日头还没有完全升起来,巷口卖菜的小贩便挑着担子经过。往日这个时候,最先听见的总是卖凉茶、卖莲蓬的吆喝声,今日却多了几声叫卖梨子的声音。
何春酿搬出门前的木凳,顺手看了一眼那担青梨。
梨子个头不算大,皮色带着一点青黄,晨露还挂在果皮上。她走过去挑了一个,用手指轻轻按了按,“这梨倒下来得早。”
那小贩将担子放下,拿袖口擦了擦额头的汗,“可不是么,往年还要再等些日子。今年雨水足,梨树早早便挂了果。昨日刚从城外摘回来,甜味已经足了。”
何春酿把梨子放在鼻尖闻了闻,又问:“一担有多少?”
小贩笑道:“何掌柜这是要买来卖,还是自己吃?”
“先看看。”何春酿又挑了两个,“若是水分足,甜味也够,我就多买一些。”
那小贩听她这样说,连忙挑开上面的梨子,让她看底下的,“您放心,我做这个生意也不是一日两日了。梨子不甜,我也不敢挑到您门前来。”
“你倒会说话。”何春酿笑了一声,又拿起一个梨子看了看,“给我挑二十个吧,不要全挑熟的,留些硬一点的。”
小贩愣了一下,“硬些的也要?”
“做饮子和直接吃不同。”何春酿将挑好的梨子放回筐里,“太熟的香是有,可放不住,我要的是能用几日的。”
小贩连连点头,替她挑了一筐。
张五娘出来时,正看见何春酿付钱,“春酿姐,你买这么多梨做什么?”
何春酿接过找回来的铜钱,笑道:“季节到了,总该看看有什么能接上。”
俩人将一筐梨子搬进后院,何春酿将梨子搬回后院,先挑出几个成熟度正好的,用清水洗净。
她削去梨皮,将梨剖开,仔细挖去梨核,只留下中间洁白的梨肉。
张五娘坐在一旁帮忙收拾梨皮,看着案板上的梨片,忍不住说道:“我原以为梨子不过削皮便能吃,没想到做成甜汤,还要这样细细处理。”
何春酿将梨肉切成薄片,放入清水中略浸了一会儿,才捞出来沥干,“梨核带些涩味,皮上也容易有杂味。”

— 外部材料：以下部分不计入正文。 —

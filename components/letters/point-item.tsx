'use client'

import { ArrowDown, ArrowUp } from 'lucide-react'
import { useState } from 'react'
import type { PointRow } from '@/db/queries/points'
import { PointStatusMark } from '../findings/point-status'
import { RewordForm } from '../findings/reword-form'
import { ruleWords } from '../findings/rule-words'
import type { PointChange } from '../findings/use-points'
import { SeverityMark } from '../shell/severity-mark'
import { Button } from '../ui/button'
import { IconButton } from '../ui/icon-button'

type PointItemProps = {
  point: PointRow
  number: number | null
  mayDecide: boolean
  busy: boolean
  error: string | undefined
  onDecide: (change: PointChange, done?: () => void) => void
  /** Absent at the ends of the list. */
  onUp?: () => void
  onDown?: () => void
}

/** A point for the letter, with what can be done about it. */
export function PointItem(props: PointItemProps) {
  const { point, mayDecide, onDecide } = props
  const [rewording, setRewording] = useState(false)
  const set = (status: PointRow['status']) => onDecide({ pointId: point.id, status })
  return (
    <li className="grid grid-cols-[2rem_minmax(0,1fr)]">
      <span className="tabular pt-2.5 text-right text-xs text-ink-soft">
        {props.number ?? ''}
        {point.page !== null && <span className="block">p. {point.page}</span>}
      </span>
      <div className="margin-rule ml-2 border-b border-b-rule py-2.5 pl-3">
        <div className="flex flex-wrap items-baseline justify-between gap-x-3">
          <h3 className="font-sans text-sm font-semibold">{ruleWords(point.rule)}</h3>
          <span className="flex items-center gap-3 text-xs">
            <SeverityMark severity={point.severity} />
            <PointStatusMark status={point.status} />
          </span>
        </div>
        {point.familyLabel && <p className="text-xs text-ink-soft">{point.familyLabel}</p>}
        {rewording ? (
          <RewordForm
            asks={point.asks}
            severity={point.severity}
            busy={props.busy}
            error={props.error}
            onCancel={() => setRewording(false)}
            onSave={(change) =>
              onDecide({ pointId: point.id, status: 'kept', ...change }, () => setRewording(false))
            }
          />
        ) : (
          <p className="mt-1 font-serif">{point.asks}</p>
        )}
        {mayDecide && !rewording && (
          <div className="mt-1 -ml-2 flex flex-wrap items-center gap-0.5">
            {point.status !== 'kept' && (
              <Button size="small" variant="quiet" onClick={() => set('kept')}>
                Keep
              </Button>
            )}
            {point.status !== 'dropped' && (
              <Button size="small" variant="quiet" onClick={() => set('dropped')}>
                Drop
              </Button>
            )}
            <Button size="small" variant="quiet" onClick={() => setRewording(true)}>
              Reword
            </Button>
            {point.status === 'kept' && (
              <>
                <IconButton label="Move up" disabled={!props.onUp} onClick={props.onUp} className="size-7">
                  <ArrowUp />
                </IconButton>
                <IconButton
                  label="Move down"
                  disabled={!props.onDown}
                  onClick={props.onDown}
                  className="size-7"
                >
                  <ArrowDown />
                </IconButton>
              </>
            )}
          </div>
        )}
      </div>
    </li>
  )
}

她又从药柜旁取出一小片陈皮,用温水洗净,刮去内里的白瓤,只留下薄薄一层橘皮香气。
张五娘看见后问道:“这梨汤里还要放陈皮?”
何春酿点了点头,将陈皮撕成小片,“梨味清甜,若只熬梨,香气虽好,却少了一点回味。陈皮带些橘香,喝起来不会觉得单薄。”
她取了一口小陶锅,将梨片和陈皮一同放进去,又添了适量清水。
灶火没有烧得太旺,只用小火慢慢煨着。
梨肉随着水温渐渐变软,陈皮的香气也一点点散开。锅里的汤色从清淡慢慢转出一点暖黄,何春酿坐在灶前,隔一会儿便用木勺轻轻搅动,将浮在汤面的细沫撇去。
她等梨片煮透,汤里已有梨与陈皮的香气,才取了一小罐蜂蜜,慢慢调入其中。
蜂蜜不能多放,只添几分柔和的甜味,让梨香更圆润。何春酿舀了一勺尝过,又略加了一点清水,将味道调得更顺。
“成了,等我喊个行家过来。”说完,她洗净手上的梨汁,穿过中院往前铺走。
前铺的门板已经卸了一半,周砚平与何顺正在收拾桌椅板凳,准备开张。
何春酿站在门口叫他:“砚平,你过来一趟。”
周砚平抬头,看见她站在那里,便放下手里的东西,“后院出什么事了?”
“不是有事。”何春酿笑道,“有东西让你尝。”
周砚平跟着她穿过中院,到后院灶房时,何春酿盛了一小碗蜜梨汤递给他,“你来尝尝。”
周砚平接过碗,低头喝了一口,“这是准备秋日卖的?”
何春酿点头,“天气转凉,夏日的凉饮子也该慢慢换掉了。你帮我算算账,一碗定多少钱合适。”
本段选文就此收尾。